EXERCISE REQUIREMENTS. Transcribe the records word for word, beginning with the first line and ending with the line that contains "expect((await inIndexedDb()).map((o) =>"; include nothing else.

##### RECORDS FOR THE TASK

describe('OfflineOrdersBanner', () => {
  it('says in words how many orders wait, whose and how much, and sends them on "Send now"', async () => {
    const user = userEvent.setup();
    const first = scriptedServer(offline(), offline());
    const later = scriptedServer('ok', 'ok');
    render(<Counterish send={first.send} resend={later.send} />, { wrapper });
    expect(screen.queryByText(/not sent yet/)).toBeNull();

    await user.click(screen.getByRole('button', { name: 'Take Wren' }));
    await screen.findByRole('heading', { name: '1 order not sent yet — will send when the server is back' });
    await user.click(screen.getByRole('button', { name: 'Take Robin' }));
    await screen.findByRole('heading', { name: '2 orders not sent yet — will send when the server is back' });
    const rows = screen.getAllByTestId('offline-order');
    expect(rows.map((r) => r.textContent)).toEqual(['Wren Ashby$3.79Not sent yet', 'Robin Vale$12.50Not sent yet']);

    await user.click(screen.getByRole('button', { name: 'Send now' }));
    await waitFor(() => expect(screen.queryByTestId('offline-orders')).toBeNull());
    expect(later.bodies.map((b) => b.customerName)).toEqual(['Wren Ashby', 'Robin Vale']); // in the order taken
    expect(later.bodies.map((b) => b.clientOrderId)).toEqual(first.bodies.map((b) => b.clientOrderId));
  });

  it('keeps a queued order the server later refuses, with its message, until the cashier discards it', async () => {
    const user = userEvent.setup();
    const first = scriptedServer(offline());
    const later = scriptedServer(new ApiError(409, 'unavailable', 'Espresso is 86’d'));
    render(<Counterish send={first.send} resend={later.send} />, { wrapper });
    await user.click(screen.getByRole('button', { name: 'Take Wren' }));
    await user.click(await screen.findByRole('button', { name: 'Send now' }));

    await screen.findByRole('heading', { name: '1 order refused by the server — check and discard' });
    expect(screen.getByTestId('offline-order')).toHaveTextContent('Refused: Espresso is 86’d');
    expect(screen.queryByRole('button', { name: 'Send now' })).toBeNull(); // not resent by itself
    expect((await inIndexedDb()).map((o) => o.state)).toEqual(['refused']);

    await user.click(screen.getByRole('button', { name: 'Discard Wren Ashby' }));
    await waitFor(() => expect(screen.queryByTestId('offline-orders')).toBeNull());
    expect(await inIndexedDb()).toEqual([]);
    expect(later.bodies).toHaveLength(1);
  });
});
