def _fit_compound(rc: RecoilCompound, ctx: _Context, mass_u: float) -> RecoilCompoundResult:
    model = _CompoundModel(rc, ctx)
    nl = len(model.lasers)
    vals0 = model.values()
    fit_q = rc.fit_yield
    q_start = 0.5
    theta0 = _start(model, vals0, q_start)
    params = lmfit.Parameters()
    names = [f"s{i}" for i in range(nl)] + (["q"] if fit_q else [])
    for i in range(nl):
        params.add(names[i], value=theta0[i])
    if fit_q:
        params.add("q", value=q_start)

    def res_fun(p):
        return model.residual(np.array([p[k].value for k in names]), vals0)

    res = lmfit.minimize(res_fun, params, method="leastsq", scale_covar=False)
    theta = np.array([res.params[k].value for k in names])
    if not res.success or not np.all(np.isfinite(theta)):
        raise FitError(f"compound {rc.name!r}: the recoil fit did not converge ({res.message})")

    def r_theta(th):
        return model.residual(th, vals0)

    steps = 1e-4 * np.maximum(np.abs(theta), 1e-2)
    jac = _jacobian(r_theta, theta, steps)
    jtj = jac.T @ jac
    try:
        cov = np.linalg.inv(jtj)
    except np.linalg.LinAlgError:
        raise FitError(f"compound {rc.name!r}: the recoil fit has a singular covariance") from None
    if not (np.all(np.isfinite(cov)) and np.all(np.diag(cov) > 0)):
        raise FitError(f"compound {rc.name!r}: the recoil fit gave no usable errors")
    r0 = r_theta(theta)
    chi2 = float(r0 @ r0)
    ndof = 2 * model.n - len(names)
    error_scale = 1.0
    if ctx.scale_errors == "birge" and ndof > 0 and chi2 / ndof > 1:
        error_scale = math.sqrt(chi2 / ndof)
        cov = cov * error_scale**2

    # nuisance inputs entering non-linearly: implicit derivative of the least-squares solution,
    # dθ/dp = −(JᵀJ)⁻¹ Jᵀ ∂r/∂p
    nuisances: list[tuple[str, float, Any]] = []
    relevant = {f"laser.{n}.{x}" for n in model.lasers for x in ("wavelength", "position")}
    for k, u in ctx.shared.items():
        if k.startswith("instrument.") or k in relevant:
            nuisances.append((k, u.std_dev, u))
    if rc.mass.error > 0:
        nuisances.append(
            ("mass", rc.mass.error, ufloat(rc.mass.value, rc.mass.error, tag=f"mass: {rc.name}"))
        )
    if model.velocity_dependent:
        for g, s in enumerate(rc.series):
            if s.velocity.error > 0:
                rel = s.velocity.error / s.velocity.value
                nuisances.append(
                    (f"velocity[{g}]", rel, ufloat(1.0, rel, tag=f"velocity: {s.label}"))
                )
    q_stated = rc.fluorescence_yield
    if not fit_q and q_stated.error > 0:
        nuisances.append(
            (
                "fluorescence_yield",
                q_stated.error,
                ufloat(q_stated.value, q_stated.error, tag=f"fluorescence yield: {rc.name}"),
            )
        )
    solve = np.linalg.solve
    scales = np.array([SIGMA_UNIT] * nl + ([1.0] if fit_q else []))
    fit_u = uncertainties.correlated_values(
        theta * scales,
        cov * np.outer(scales, scales),
        tags=[f"{FIT_TAG}|recoil {rc.name}"] * len(names),
    )
    fit_u = list(fit_u)
    for key, err, u in nuisances:
        h = 1e-3 * err
        vp, vm = dict(vals0), dict(vals0)
        vp[key] += h
        vm[key] -= h
        drdp = (model.residual(theta, vp) - model.residual(theta, vm)) / (2 * h)
        dtheta = -solve(jtj, jac.T @ drdp) * scales
        for i in range(len(names)):
            fit_u[i] = fit_u[i] + dtheta[i] * (u - u.nominal_value)

    q_val = theta[nl] if fit_q else q_stated.value
    ph_m, vi_m = model.predict(theta[:nl] * SIGMA_UNIT, q_val, vals0)
    coef = model.coefficients(vals0)
    fits = []
    warnings: list[str] = []
    for i, name in enumerate(model.lasers):
        la = ctx.lasers[name]
        sigma_u = fit_u[i] * ctx.area_ratio[name] / ctx.energy_ratio[name]
        rows = model.laser_of_row == i
        rr = np.concatenate([r0[: model.n][rows], r0[model.n :][rows]])
        chi_l = float(rr @ rr)
        nu_l = int(2 * rows.sum()) - 1
        n_at_max = float(theta[i] * SIGMA_UNIT * coef[i][2] * model.e_max[i])
        fits.append(
            CrossSectionFit(
                compound=rc.name,
                laser=name,
                wavelength_m=la.wavelength.value,
                cross_section=sigma_u,
                mean_photons_at_max=n_at_max,
                chi2=chi2 if fit_q else chi_l,
                ndof=ndof if fit_q else nu_l,
                pulse_energies=model.energy[rows],
                phases=model.phase[rows],
                phase_errors=model.phase_err[rows],
                visibility_ratios=model.vis[rows],
                visibility_errors=model.vis_err[rows],
                model_phases=ph_m[rows],
                model_visibility=vi_m[rows],
            )
        )
        fit = fits[-1]
        if fit.ndof > 0 and not fit_q and stats.chi2.sf(chi_l, nu_l) < 0.01:
            warnings.append(
                f"{name}: reduced χ² = {fit.reduced_chi2:.2f} (p < 0.01); the stated point errors "
                "may be too small, or a stated input (laser position, velocity) off by more than "
                "its error"
            )
        if sigma_u.nominal_value <= 2 * sigma_u.std_dev:
            warnings.append(f"{name}: σ is not significant (less than 2 standard errors)")
        vmin = float(np.min(vi_m[rows]))
        if vmin < 0.1:
            warnings.append(
                f"{name}: the fringe visibility drops to {vmin:.0%} of laser-off at the largest "
                "pulse energy; the phase there is poorly defined"
            )
        if la.waist is not None and la.beam_offset.error > abs(la.beam_offset.value):
            warnings.append(
                f"{name}: beam_offset {la.beam_offset.value:g} ± {la.beam_offset.error:g} m is "
                "compatible with 0; the area error from it is second order and is not propagated"
            )
    if fit_q and ndof > 0 and stats.chi2.sf(chi2, ndof) < 0.01:
        warnings.append(
            f"reduced χ² = {chi2 / ndof:.2f} (p < 0.01); the stated point errors may be too "
            "small, or a stated input (laser position, velocity) off by more than its error"
        )
    if fit_q:
        q_u = fit_u[nl]
        if not 0 <= q_u.nominal_value <= 1:
            warnings.append(
                f"fitted fluorescence yield {q_u.nominal_value:.2f} lies outside 0..1 "
                "(unconstrained fit; the data barely determine it)"
            )
    else:
        q_u = (
            ufloat(q_stated.value, q_stated.error, tag=f"fluorescence yield: {rc.name}")
            if q_stated.error > 0
            else q_stated.value
        )
    messages = []
    if fit_q or q_stated.value > 0:
        lam_e = (
            f"{rc.emission_wavelength * 1e9:g} nm"
            if rc.emission_wavelength
            else "the laser wavelength"
        )
        what = "fitted" if fit_q else "stated"
        messages.append(
            f"isotropic re-emission included ({what} fluorescence yield "
            f"{format_value_error(_nominal(q_u), _std(q_u))}, emission at {lam_e})"
        )
    if error_scale > 1:
        messages.append(f"fit errors scaled by √(χ²/ν) = {error_scale:.2f} (Birge)")
    status = "warning" if warnings else "ok"
    return RecoilCompoundResult(
        compound=rc.name,
        status=status,
        message="; ".join(messages + warnings) or "ok",
        mass_u=mass_u,
        fits=tuple(fits),
        fluorescence_yield=q_u,
        yield_fitted=fit_q,
        emission_wavelength_m=rc.emission_wavelength,
        chi2=chi2,
        ndof=ndof,
        warnings=tuple(warnings),
    )
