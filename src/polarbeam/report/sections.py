"""Sections of ``report.html`` beyond the summary and the compound sections: the instrument
inputs, provenance, per-compound μ budget and α–⟨μ²⟩ correlation, per-point fit tables, the
computed-chemistry comparison, raw-scan drift, photon recoil and visibility (optical) results.

Each function returns an HTML fragment (a string, every user string escaped) from result objects;
none computes physics.  Figures are passed in already rendered (``(svg, files)`` pairs) by
:mod:`polarbeam.report.html`, which owns the files of ``figures/``.
"""

from __future__ import annotations

import html
import math
from collections.abc import Callable

from polarbeam.quantities import format_value_error
from polarbeam.uncertain import variance_budget

__all__ = [
    "compound_section_head",
    "computed_section",
    "correlation_line",
    "dipole_budget_table",
    "drift_section",
    "figure_block",
    "inputs_section",
    "optical_section",
    "point_tables",
    "provenance_section",
    "recoil_section",
]

#: (svg, (svg file, png file) or None) of one rendered figure.
Rendered = tuple[str, tuple[str, str] | None]


def _e(s) -> str:
    return html.escape(str(s), quote=True)


def compound_section_head(anchor: str, c, values_line: Callable[[], str]) -> tuple[list[str], bool]:
    """The opening of a compound's section of report.html, for every campaign kind: heading,
    status, mass, method, then the values line and the message. ``closed`` is True for a failed
    compound, whose section ends with its message."""
    out = [f'<section class="compound" id="{anchor}"><h3>{_e(c.compound)}</h3>']
    meta = [f'<span class="status status-{_e(c.status)}">{_e(c.status)}</span>']
    if c.mass_u is not None:
        meta.append(f"mass {c.mass_u:.4f} u")
    meta.append(f"method: {_e(c.method)}")
    out.append(f'<p class="meta">{" · ".join(meta)}</p>')
    if c.status == "failed":
        out.append(f'<p class="failed-msg">{_e(c.message)}</p></section>')
        return out, True
    line = values_line()
    if line:
        out.append(f'<p class="values">{line}</p>')
    if c.message and c.message != "ok":
        out.append(f'<p class="note">{_e(c.message)}</p>')
    return out, False
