import "server-only";
import { z } from "zod";

// The one reader of process.env. A missing or malformed variable stops the process with its name.
const envSchema = z.object({
  NODE_ENV: z.enum(["development", "production", "test"]).default("development"),
  DATABASE_URL: z.string().url(),
  APP_URL: z.string().url().default("http://127.0.0.1:3000"),
  WORKER_SECRET: z.string().min(16, "WORKER_SECRET must be at least 16 characters"),
  S3_ENDPOINT: z.string().url().optional(),
  S3_REGION: z.string().default("us-east-1"),
  S3_BUCKET: z.string().min(3),
  S3_ACCESS_KEY_ID: z.string().min(1),
  S3_SECRET_ACCESS_KEY: z.string().min(1),
  SMTP_URL: z.string().url(),
  MAIL_FROM: z.string().default("Lotwarden <no-reply@lotwarden.local>"),
  MAIL_FAKE_URL: z.string().url().optional(),
  LOTWARDEN_PROFILE: z.enum(["dev", "test"]).optional(),
  /** Largest probe file accepted, in bytes (default 4 GiB). */
  MAX_UPLOAD_BYTES: z.coerce.number().int().positive().default(4 * 1024 ** 3),
  /** Smallest segment of COPY bytes an ingest job hands PostgreSQL at a time (default 4 MiB; the tests use less). */
  INGEST_SEGMENT_BYTES: z.coerce.number().int().min(1024).default(4 * 1024 ** 2),
});

export type Env = z.infer<typeof envSchema>;

function parseEnv(): Env {
  const result = envSchema.safeParse(process.env);
  if (!result.success) {
    const problems = result.error.issues.map((i) => `${i.path.join(".")}: ${i.message}`).join("; ");
    throw new Error(`Lotwarden configuration is invalid: ${problems}. See README, "Configuration".`);
  }
  return result.data;
}

export const env: Env = parseEnv();
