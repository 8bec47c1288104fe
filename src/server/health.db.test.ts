import { describe, expect, it } from "vitest";
import { checkHealth } from "./health";

describe("health against the real local services", () => {
  it("reports the database, object store and mail relay as up", async () => {
    const health = await checkHealth();
    expect(health.services).toEqual({ database: { status: "up" }, objectStore: { status: "up" }, mailRelay: { status: "up" } });
    expect(health.status).toBe("ok");
  });
});
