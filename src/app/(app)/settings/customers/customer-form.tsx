"use client";

import { useActionState } from "react";
import { Button } from "@/components/ui/button";
import { FormMessage, TextField } from "@/components/ui/field";
import { createCustomerAction } from "./actions";

export function CustomerForm() {
  const [state, submit, pending] = useActionState<Awaited<ReturnType<typeof createCustomerAction>> | null, FormData>((_p, form) => createCustomerAction(form), null);
  return (
    <form action={submit} className="space-y-3" noValidate>
      <FormMessage result={state} />
      {state?.ok ? <p role="status" className="text-sm text-[#00694d]">Added {state.data.name}.</p> : null}
      <TextField label="Customer name" name="name" required errors={state && !state.ok ? state.fieldErrors?.name : undefined} />
      <Button type="submit" disabled={pending}>Add customer</Button>
    </form>
  );
}
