import type { Metadata } from "next";
import { EmptyState, PageHeader, Panel } from "@/components/ui/page-header";
import { requireContext } from "@/server/auth/context";
import { listCustomers } from "@/server/db/queries/customers";
import { withScope } from "@/server/db/scope";
import { CustomerForm } from "./customer-form";

export const metadata: Metadata = { title: "Customers" };

export default async function CustomersPage() {
  const context = await requireContext("customers.manage");
  const rows = await withScope(context.scope, async (tx) => {
    const customers = await listCustomers(tx, context.scope);
    const counts = await tx
      .selectFrom("customers as c")
      .leftJoin("products as p", (j) => j.onRef("p.tenant_id", "=", "c.tenant_id").onRef("p.customer_id", "=", "c.id"))
      .leftJoin("memberships as m", (j) => j.onRef("m.tenant_id", "=", "c.tenant_id").onRef("m.customer_id", "=", "c.id"))
      .select(["c.id"])
      .select((eb) => [eb.fn.count<string>("p.id").distinct().as("products"), eb.fn.count<string>("m.user_id").distinct().as("users")])
      .groupBy("c.id")
      .execute();
    return customers.map((c) => ({ ...c, products: Number(counts.find((n) => n.id === c.id)?.products ?? 0), users: Number(counts.find((n) => n.id === c.id)?.users ?? 0) }));
  });
  return (
    <>
      <PageHeader eyebrow="Settings" title="Customers" />
      <div className="grid gap-6 xl:grid-cols-[1fr_360px]">
        <Panel title="Customer accounts">
          {rows.length === 0 ? (
            <EmptyState>No customers yet. A customer account owns products; its users see only its released lots.</EmptyState>
          ) : (
            <table className="w-full text-left text-sm">
              <thead className="border-b border-slate-line text-xs uppercase tracking-wide text-ink-muted"><tr><th className="py-2 font-medium">Name</th><th className="font-medium">Products</th><th className="font-medium">Users</th></tr></thead>
              <tbody className="divide-y divide-slate-line">{rows.map((c) => <tr key={c.id}><td className="py-2 font-medium">{c.name}</td><td className="tabular">{c.products}</td><td className="tabular">{c.users}</td></tr>)}</tbody>
            </table>
          )}
          <p className="mt-3 text-xs text-ink-muted">Invite a customer&apos;s people from Members, choosing the role “Customer” and this account.</p>
        </Panel>
        <Panel title="New customer">
          <CustomerForm />
        </Panel>
      </div>
    </>
  );
}
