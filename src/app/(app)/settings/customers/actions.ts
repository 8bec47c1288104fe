"use server";

import { revalidatePath } from "next/cache";
import { customerSchema } from "@/lib/schemas/members";
import { createCustomer } from "@/server/db/queries/customers";
import { withScope } from "@/server/db/scope";
import { appAction } from "@/server/http/action";

export const createCustomerAction = appAction(customerSchema, { permission: "customers.manage" }, async ({ name }, { scope }) => {
  const customer = await withScope(scope, (tx) => createCustomer(tx, scope, name));
  revalidatePath("/settings/customers");
  return customer;
});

##########

OUTPUT.
describe('OfflineOrdersBanner', () => {
  it('says in words how many orders wait, whose and how much, and sends them on "Send now"', async () => {
    const user = userEvent.setup();
    const first = scriptedServer(offline(), offline());
    const later = scriptedServer('ok', 'ok');
    render(<Counterish send={first.send} resend={later.send} />, { wrapper });
    expect(screen.queryByText(/not sent yet/)).toBeNull();

    await user.click(screen.getByRole('button', { name: 'Take Wren' }));
    await screen.findByRole('heading', { name: '1 order not sent yet — will send when the server is back' });
    await user.click(screen.getByRole('button', { name: 'Take Robin' }));
    await screen.findByRole('heading', { name: '2 orders not sent yet — will send when the server is back' });
    const rows = screen.getAllByTestId('offline-order');
    expect(rows.map((r) => r.textContent)).toEqual(['Wren Ashby$3.79Not sent yet', 'Robin Vale$12.50Not sent yet']);

    await user.click(screen.getByRole('button', { name: 'Send now' }));
    await waitFor(() => expect(screen.queryByTestId('offline-orders')).toBeNull());
    expect(later.bodies.map((b) => b.customerName)).toEqual(['Wren Ashby', 'Robin Vale']); // in the order taken
    expect(later.bodies.map((b) => b.clientOrderId)).toEqual(first.bodies.map((b) => b.clientOrderId));
  });

  it('keeps a queued order the server later refuses, with its message, until the cashier discards it', async () => {
    const user = userEvent.setup();
    const first = scriptedServer(offline());
    const later = scriptedServer(new ApiError(409, 'unavailable', 'Espresso is 86’d'));
    render(<Counterish send={first.send} resend={later.send} />, { wrapper });
    await user.click(screen.getByRole('button', { name: 'Take Wren' }));
    await user.click(await screen.findByRole('button', { name: 'Send now' }));

    await screen.findByRole('heading', { name: '1 order refused by the server — check and discard' });
    expect(screen.getByTestId('offline-order')).toHaveTextContent('Refused: Espresso is 86’d');
    expect(screen.queryByRole('button', { name: 'Send now' })).toBeNull(); // not resent by itself
    expect((await inIndexedDb()).map((o) => o.state)).toEqual(['refused']);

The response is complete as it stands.